=== Work order ===
Could you copy every line of the data that contains "front"?
-- Data in this exercise follows --
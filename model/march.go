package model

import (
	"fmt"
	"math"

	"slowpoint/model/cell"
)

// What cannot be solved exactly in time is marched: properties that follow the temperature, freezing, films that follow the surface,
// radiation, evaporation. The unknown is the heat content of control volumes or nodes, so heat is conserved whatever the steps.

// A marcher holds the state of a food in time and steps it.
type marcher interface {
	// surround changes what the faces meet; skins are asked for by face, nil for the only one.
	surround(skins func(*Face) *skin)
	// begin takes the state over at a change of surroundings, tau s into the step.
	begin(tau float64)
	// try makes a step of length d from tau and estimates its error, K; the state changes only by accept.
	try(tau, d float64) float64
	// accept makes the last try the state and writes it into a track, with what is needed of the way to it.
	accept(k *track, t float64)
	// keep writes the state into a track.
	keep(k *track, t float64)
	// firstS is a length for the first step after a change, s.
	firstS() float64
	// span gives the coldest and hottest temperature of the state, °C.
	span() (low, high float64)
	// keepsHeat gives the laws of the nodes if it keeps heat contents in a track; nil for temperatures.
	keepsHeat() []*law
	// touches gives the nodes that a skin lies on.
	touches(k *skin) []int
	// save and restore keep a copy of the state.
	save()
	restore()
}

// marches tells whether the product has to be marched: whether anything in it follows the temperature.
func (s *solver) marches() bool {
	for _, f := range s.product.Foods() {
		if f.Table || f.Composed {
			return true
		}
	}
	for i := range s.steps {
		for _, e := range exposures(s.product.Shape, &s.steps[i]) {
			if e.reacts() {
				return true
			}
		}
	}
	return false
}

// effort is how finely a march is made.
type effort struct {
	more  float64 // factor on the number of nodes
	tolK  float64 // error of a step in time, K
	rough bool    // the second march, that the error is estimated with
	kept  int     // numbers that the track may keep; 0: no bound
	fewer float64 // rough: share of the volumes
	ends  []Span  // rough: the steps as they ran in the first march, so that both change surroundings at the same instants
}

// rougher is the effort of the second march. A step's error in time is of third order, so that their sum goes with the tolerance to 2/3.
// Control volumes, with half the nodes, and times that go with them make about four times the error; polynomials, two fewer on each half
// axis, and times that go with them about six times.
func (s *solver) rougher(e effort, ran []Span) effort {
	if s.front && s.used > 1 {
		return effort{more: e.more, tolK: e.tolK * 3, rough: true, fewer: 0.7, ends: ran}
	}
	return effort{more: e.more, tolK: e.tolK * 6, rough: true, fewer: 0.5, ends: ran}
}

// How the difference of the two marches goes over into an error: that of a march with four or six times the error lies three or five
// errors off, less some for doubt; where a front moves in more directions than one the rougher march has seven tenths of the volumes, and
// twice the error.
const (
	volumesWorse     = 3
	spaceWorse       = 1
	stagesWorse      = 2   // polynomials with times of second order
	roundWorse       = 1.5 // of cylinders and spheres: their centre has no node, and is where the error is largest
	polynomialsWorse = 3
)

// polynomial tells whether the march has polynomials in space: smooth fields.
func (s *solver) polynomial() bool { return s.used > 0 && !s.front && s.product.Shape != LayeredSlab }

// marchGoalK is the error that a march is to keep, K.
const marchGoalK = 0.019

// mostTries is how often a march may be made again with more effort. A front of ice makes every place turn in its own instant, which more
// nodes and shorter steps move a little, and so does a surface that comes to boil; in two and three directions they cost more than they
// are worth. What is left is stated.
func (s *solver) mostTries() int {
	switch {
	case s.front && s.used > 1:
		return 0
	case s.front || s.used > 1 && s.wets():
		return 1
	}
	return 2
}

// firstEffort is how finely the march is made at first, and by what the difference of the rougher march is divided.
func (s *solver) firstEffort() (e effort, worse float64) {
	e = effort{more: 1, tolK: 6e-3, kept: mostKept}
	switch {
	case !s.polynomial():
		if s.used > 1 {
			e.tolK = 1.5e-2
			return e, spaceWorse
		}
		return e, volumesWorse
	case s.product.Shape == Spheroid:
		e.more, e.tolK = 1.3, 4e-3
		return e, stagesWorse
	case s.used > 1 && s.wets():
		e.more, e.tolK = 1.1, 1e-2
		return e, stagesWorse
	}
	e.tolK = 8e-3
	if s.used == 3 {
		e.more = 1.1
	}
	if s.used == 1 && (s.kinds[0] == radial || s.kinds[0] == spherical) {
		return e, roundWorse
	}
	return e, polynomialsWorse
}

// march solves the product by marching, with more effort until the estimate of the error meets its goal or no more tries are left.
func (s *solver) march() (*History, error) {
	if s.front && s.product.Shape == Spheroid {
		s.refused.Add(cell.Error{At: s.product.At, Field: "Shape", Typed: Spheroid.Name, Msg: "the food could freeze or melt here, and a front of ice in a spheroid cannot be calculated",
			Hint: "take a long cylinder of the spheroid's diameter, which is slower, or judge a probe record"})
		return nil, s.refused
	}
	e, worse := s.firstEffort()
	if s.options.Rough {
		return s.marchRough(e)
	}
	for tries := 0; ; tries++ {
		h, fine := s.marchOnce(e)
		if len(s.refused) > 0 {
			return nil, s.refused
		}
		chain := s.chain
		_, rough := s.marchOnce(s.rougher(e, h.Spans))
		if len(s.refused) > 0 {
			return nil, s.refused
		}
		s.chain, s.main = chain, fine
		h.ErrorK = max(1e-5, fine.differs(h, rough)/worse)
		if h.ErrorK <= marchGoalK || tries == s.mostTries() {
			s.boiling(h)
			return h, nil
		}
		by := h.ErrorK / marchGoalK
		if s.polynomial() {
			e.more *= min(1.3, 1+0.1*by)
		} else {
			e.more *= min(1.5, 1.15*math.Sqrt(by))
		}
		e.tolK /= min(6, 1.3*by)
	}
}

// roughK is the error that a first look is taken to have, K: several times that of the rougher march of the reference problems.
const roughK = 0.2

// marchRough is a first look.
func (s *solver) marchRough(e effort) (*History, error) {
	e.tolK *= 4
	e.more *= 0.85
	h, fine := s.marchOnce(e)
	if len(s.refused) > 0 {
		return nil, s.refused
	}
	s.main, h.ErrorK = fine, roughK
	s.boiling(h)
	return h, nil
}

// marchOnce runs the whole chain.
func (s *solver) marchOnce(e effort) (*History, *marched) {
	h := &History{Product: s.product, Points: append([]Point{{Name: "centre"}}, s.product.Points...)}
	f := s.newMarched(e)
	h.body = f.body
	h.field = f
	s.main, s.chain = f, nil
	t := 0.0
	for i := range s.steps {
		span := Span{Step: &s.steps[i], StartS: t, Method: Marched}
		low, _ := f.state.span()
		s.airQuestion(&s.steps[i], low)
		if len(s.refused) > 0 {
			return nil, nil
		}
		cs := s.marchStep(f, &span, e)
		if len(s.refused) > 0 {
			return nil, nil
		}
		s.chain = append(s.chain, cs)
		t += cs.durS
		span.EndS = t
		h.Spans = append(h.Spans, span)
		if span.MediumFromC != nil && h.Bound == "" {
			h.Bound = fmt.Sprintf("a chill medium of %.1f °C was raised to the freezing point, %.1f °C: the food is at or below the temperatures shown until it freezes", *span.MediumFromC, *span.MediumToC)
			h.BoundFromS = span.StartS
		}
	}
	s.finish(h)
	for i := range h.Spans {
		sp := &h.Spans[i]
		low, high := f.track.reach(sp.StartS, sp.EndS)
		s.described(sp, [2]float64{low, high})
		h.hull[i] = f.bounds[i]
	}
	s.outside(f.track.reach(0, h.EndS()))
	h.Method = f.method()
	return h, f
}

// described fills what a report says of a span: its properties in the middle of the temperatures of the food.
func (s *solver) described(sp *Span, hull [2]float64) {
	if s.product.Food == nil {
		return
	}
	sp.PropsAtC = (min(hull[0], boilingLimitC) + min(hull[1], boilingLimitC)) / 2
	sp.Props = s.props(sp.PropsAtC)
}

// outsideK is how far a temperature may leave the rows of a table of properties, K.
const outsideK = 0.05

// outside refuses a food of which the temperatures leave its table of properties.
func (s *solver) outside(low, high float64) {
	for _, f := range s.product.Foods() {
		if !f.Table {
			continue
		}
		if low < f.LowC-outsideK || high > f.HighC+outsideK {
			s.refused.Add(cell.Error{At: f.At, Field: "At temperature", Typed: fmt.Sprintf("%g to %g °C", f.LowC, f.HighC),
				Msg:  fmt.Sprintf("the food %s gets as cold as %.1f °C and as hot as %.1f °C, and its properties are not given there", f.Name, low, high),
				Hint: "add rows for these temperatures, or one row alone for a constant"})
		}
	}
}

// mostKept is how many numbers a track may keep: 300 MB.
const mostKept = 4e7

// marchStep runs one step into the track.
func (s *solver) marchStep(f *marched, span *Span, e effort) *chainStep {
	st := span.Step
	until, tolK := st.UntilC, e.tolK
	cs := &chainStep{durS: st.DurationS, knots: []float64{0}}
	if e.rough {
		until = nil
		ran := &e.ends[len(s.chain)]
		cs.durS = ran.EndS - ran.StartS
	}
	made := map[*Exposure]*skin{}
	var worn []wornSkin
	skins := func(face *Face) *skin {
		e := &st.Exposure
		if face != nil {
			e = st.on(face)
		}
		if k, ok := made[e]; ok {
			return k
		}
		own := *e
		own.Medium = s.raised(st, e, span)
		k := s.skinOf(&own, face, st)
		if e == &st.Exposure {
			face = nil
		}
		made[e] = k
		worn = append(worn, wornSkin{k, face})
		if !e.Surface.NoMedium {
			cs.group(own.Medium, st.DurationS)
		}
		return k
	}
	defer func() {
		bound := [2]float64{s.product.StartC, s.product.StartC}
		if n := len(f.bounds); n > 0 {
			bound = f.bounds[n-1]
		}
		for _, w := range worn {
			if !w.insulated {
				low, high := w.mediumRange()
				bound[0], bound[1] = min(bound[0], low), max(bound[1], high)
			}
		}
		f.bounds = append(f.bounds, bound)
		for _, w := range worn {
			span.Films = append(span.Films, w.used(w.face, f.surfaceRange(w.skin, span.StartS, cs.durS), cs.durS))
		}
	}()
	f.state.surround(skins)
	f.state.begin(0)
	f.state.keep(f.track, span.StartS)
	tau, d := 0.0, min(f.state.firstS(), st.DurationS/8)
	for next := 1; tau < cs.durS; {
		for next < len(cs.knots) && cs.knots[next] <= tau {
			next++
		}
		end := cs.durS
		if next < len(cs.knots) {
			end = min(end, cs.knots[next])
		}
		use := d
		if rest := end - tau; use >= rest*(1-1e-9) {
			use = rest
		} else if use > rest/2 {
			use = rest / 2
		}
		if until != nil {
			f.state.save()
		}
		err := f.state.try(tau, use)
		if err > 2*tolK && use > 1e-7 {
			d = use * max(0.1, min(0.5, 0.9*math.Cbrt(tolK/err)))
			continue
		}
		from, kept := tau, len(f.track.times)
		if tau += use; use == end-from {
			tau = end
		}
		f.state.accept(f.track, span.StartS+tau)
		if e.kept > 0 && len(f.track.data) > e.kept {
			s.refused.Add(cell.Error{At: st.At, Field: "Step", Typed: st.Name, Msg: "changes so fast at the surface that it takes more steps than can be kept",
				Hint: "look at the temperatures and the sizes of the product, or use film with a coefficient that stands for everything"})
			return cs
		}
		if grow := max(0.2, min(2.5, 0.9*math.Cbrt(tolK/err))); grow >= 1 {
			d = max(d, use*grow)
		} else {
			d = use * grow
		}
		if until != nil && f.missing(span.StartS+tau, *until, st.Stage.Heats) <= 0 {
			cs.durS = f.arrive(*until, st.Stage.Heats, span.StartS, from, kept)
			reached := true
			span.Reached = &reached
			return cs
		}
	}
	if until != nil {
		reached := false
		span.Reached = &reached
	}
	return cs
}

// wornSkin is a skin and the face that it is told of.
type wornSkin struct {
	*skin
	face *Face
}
-- Data in this exercise concluded --
-- Data in this exercise follows --
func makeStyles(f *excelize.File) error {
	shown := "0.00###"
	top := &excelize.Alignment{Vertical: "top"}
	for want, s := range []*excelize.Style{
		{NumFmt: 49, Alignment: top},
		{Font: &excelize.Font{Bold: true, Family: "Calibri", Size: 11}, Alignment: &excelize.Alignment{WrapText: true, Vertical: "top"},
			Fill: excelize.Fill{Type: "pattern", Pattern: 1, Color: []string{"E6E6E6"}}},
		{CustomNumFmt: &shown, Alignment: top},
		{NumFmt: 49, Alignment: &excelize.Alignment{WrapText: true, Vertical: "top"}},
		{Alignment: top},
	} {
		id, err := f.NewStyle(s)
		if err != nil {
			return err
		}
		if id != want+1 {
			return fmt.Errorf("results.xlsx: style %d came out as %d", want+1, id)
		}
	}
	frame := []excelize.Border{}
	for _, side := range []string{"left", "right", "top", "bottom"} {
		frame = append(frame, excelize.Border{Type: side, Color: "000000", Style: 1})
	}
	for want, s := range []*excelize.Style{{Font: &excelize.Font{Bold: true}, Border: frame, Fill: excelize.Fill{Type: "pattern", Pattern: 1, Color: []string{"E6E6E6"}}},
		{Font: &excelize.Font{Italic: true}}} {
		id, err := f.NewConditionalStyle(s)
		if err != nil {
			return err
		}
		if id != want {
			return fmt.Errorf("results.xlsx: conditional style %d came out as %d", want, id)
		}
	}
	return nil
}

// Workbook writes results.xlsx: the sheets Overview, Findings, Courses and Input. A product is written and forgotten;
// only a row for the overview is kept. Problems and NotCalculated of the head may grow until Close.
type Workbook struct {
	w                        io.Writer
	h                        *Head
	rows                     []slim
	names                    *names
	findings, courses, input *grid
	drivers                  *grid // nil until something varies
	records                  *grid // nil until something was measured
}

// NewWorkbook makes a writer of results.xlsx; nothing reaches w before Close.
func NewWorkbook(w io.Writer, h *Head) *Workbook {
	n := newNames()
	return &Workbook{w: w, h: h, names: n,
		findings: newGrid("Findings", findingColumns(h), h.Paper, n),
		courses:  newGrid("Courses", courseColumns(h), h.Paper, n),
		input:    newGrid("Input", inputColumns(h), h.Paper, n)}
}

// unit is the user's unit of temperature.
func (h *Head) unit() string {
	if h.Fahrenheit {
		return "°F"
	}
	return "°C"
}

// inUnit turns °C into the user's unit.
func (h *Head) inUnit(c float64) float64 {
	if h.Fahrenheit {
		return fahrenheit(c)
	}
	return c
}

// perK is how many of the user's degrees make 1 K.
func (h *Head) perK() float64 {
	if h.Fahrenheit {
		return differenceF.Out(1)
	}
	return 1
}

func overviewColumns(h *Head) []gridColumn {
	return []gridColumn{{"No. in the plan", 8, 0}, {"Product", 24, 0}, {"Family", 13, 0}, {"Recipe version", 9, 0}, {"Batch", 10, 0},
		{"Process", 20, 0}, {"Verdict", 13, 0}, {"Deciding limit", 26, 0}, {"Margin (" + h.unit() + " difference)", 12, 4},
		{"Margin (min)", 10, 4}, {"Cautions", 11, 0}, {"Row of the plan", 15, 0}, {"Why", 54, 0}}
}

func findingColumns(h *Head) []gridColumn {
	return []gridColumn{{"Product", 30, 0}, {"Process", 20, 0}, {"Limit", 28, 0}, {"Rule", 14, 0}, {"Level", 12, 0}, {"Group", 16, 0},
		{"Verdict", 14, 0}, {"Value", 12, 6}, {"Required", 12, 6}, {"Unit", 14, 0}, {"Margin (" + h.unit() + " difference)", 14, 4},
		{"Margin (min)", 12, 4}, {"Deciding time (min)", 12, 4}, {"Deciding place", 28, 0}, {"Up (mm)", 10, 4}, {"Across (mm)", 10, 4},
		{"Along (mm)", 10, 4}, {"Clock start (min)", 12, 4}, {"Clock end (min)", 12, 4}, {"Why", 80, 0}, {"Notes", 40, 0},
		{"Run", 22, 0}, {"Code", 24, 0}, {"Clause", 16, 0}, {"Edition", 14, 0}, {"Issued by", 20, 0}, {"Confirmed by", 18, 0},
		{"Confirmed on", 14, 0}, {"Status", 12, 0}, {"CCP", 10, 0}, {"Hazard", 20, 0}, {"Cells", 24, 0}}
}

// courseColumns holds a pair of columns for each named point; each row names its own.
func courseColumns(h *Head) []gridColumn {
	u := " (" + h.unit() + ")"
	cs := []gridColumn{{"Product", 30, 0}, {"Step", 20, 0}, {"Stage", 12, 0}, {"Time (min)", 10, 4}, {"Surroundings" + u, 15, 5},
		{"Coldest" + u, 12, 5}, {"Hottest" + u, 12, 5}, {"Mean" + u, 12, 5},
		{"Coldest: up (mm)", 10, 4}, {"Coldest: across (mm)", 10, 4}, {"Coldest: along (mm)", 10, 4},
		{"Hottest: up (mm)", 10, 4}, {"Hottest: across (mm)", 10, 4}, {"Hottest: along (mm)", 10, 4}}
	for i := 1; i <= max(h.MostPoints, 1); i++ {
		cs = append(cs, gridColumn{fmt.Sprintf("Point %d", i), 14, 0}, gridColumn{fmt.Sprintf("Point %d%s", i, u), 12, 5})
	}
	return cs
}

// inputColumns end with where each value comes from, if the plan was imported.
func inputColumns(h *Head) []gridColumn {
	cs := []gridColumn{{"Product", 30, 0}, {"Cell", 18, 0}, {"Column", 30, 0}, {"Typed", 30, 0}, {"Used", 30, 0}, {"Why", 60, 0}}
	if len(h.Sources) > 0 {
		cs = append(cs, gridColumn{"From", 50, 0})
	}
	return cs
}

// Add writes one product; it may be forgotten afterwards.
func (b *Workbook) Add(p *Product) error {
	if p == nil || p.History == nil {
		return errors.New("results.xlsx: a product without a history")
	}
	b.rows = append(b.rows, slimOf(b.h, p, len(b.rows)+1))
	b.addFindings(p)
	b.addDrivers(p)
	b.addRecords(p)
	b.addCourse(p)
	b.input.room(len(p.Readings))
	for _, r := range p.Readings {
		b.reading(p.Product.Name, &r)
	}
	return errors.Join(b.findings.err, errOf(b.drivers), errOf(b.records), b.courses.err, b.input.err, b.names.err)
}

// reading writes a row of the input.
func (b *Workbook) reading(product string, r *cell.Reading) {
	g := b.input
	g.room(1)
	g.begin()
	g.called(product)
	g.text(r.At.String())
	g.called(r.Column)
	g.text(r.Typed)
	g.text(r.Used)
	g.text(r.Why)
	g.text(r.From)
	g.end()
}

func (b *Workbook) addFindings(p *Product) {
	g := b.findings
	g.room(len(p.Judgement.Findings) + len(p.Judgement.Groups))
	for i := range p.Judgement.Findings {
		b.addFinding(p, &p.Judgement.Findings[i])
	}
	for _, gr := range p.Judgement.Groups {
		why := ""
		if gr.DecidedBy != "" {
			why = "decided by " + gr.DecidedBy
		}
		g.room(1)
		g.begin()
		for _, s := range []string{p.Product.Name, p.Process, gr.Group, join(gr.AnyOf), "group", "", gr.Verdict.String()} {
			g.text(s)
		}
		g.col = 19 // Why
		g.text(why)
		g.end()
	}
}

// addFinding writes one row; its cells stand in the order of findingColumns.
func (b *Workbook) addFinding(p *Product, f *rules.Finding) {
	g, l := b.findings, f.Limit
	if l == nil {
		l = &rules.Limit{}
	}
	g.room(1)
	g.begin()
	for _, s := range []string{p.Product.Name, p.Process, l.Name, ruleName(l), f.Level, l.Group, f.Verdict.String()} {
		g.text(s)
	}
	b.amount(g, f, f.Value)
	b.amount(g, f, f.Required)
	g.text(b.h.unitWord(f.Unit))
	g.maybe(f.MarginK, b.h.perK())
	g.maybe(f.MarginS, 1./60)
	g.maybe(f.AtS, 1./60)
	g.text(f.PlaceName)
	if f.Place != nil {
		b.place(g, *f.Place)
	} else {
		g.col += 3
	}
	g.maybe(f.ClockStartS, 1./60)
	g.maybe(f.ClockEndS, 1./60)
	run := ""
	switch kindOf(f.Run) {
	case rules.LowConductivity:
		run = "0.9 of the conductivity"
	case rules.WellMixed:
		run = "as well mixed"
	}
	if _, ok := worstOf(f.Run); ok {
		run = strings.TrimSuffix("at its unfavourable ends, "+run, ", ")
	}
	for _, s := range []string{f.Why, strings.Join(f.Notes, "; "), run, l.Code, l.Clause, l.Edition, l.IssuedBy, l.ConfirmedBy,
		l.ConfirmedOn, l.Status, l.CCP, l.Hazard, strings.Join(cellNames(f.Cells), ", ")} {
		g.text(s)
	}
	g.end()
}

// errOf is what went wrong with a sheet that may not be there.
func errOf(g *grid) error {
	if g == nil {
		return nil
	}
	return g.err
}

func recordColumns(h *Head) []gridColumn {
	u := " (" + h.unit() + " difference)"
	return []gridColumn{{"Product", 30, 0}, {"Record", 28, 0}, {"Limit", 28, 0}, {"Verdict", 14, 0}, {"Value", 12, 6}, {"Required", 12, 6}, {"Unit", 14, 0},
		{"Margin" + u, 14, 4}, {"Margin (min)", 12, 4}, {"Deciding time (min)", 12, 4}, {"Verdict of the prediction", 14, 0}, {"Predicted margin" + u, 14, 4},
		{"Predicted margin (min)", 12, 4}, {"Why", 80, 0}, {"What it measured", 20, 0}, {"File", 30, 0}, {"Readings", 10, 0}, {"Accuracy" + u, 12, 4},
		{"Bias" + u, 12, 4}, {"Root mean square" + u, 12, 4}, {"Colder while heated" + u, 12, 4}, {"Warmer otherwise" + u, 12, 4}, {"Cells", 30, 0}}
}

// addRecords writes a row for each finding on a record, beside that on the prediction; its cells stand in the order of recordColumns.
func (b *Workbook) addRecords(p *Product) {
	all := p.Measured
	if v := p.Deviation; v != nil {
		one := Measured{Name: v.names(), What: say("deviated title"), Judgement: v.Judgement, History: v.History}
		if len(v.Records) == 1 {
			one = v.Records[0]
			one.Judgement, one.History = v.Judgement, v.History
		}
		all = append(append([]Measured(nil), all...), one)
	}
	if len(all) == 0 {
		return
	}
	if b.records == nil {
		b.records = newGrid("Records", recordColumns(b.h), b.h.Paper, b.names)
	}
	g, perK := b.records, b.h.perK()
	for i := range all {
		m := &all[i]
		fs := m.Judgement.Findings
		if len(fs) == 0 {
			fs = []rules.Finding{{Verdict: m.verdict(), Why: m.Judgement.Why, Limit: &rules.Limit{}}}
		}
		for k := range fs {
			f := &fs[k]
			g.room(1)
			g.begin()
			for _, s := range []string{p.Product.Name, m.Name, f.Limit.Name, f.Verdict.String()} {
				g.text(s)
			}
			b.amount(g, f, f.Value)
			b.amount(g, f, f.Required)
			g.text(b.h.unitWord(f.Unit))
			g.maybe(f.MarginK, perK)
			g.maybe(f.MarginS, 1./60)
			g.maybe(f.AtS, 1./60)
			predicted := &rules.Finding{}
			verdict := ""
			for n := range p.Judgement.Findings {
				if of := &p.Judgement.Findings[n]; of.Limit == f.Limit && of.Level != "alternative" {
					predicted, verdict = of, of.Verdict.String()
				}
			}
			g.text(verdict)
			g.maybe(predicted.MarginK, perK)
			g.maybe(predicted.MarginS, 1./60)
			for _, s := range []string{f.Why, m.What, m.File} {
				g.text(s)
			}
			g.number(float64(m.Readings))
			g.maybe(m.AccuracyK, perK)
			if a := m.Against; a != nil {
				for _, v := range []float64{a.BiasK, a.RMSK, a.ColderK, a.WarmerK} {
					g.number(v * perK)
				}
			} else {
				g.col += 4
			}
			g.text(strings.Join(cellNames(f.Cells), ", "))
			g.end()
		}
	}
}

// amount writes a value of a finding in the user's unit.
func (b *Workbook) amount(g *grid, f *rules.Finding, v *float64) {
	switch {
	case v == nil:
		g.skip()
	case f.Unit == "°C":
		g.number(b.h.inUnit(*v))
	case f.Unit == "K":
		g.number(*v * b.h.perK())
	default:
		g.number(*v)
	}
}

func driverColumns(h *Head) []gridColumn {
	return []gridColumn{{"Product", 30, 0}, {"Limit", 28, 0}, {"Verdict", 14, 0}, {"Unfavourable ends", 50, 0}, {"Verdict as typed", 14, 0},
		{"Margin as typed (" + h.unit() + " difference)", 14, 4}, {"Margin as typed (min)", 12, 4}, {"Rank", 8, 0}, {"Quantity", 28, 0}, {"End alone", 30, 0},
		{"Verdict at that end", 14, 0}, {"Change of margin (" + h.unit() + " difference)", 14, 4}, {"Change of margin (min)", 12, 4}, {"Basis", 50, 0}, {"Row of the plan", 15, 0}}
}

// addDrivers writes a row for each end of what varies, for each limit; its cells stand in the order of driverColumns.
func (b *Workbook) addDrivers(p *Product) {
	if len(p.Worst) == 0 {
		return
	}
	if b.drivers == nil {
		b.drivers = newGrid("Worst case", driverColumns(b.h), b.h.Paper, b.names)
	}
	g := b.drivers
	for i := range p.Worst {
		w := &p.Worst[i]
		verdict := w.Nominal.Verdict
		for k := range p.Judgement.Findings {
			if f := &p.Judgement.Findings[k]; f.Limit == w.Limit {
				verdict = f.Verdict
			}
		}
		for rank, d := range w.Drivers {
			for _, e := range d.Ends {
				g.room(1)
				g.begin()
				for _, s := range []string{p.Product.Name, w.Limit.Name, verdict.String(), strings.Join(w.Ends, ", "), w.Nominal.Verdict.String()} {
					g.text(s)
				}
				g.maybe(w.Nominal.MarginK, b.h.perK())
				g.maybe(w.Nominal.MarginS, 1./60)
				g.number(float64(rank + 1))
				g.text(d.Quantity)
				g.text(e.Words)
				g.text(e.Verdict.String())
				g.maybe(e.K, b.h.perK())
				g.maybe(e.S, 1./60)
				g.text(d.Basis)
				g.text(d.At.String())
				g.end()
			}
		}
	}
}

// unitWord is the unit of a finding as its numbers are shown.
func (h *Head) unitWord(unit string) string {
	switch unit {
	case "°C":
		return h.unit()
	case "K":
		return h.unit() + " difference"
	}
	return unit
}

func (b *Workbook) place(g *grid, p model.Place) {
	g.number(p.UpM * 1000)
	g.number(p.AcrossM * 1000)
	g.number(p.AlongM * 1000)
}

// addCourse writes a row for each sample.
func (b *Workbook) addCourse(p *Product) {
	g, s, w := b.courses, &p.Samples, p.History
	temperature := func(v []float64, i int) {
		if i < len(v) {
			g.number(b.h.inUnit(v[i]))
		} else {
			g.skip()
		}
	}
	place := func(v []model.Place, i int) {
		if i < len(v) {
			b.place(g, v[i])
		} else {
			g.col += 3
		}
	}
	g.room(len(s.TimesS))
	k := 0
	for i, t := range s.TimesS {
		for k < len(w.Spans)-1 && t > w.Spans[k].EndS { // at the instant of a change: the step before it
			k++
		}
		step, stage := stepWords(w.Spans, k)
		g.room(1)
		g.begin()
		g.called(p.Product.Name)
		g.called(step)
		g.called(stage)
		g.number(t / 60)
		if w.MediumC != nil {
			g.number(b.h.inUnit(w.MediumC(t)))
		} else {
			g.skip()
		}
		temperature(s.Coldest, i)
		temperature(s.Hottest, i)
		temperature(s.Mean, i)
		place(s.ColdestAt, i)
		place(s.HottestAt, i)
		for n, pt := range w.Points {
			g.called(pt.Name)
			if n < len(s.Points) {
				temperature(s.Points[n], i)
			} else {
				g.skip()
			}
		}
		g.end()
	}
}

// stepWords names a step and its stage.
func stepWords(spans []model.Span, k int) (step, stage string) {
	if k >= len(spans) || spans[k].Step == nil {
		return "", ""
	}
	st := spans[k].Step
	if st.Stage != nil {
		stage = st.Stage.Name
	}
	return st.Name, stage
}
-- Data in this exercise concluded --
=== Written answer ===
	if s.front && s.used > 1 {
// errors off, less some for doubt; where a front moves in more directions than one the rougher march has seven tenths of the volumes, and
func (s *solver) polynomial() bool { return s.used > 0 && !s.front && s.product.Shape != LayeredSlab }
// mostTries is how often a march may be made again with more effort. A front of ice makes every place turn in its own instant, which more
	case s.front && s.used > 1:
	case s.front || s.used > 1 && s.wets():
	if s.front && s.product.Shape == Spheroid {
		s.refused.Add(cell.Error{At: s.product.At, Field: "Shape", Typed: Spheroid.Name, Msg: "the food could freeze or melt here, and a front of ice in a spheroid cannot be calculated",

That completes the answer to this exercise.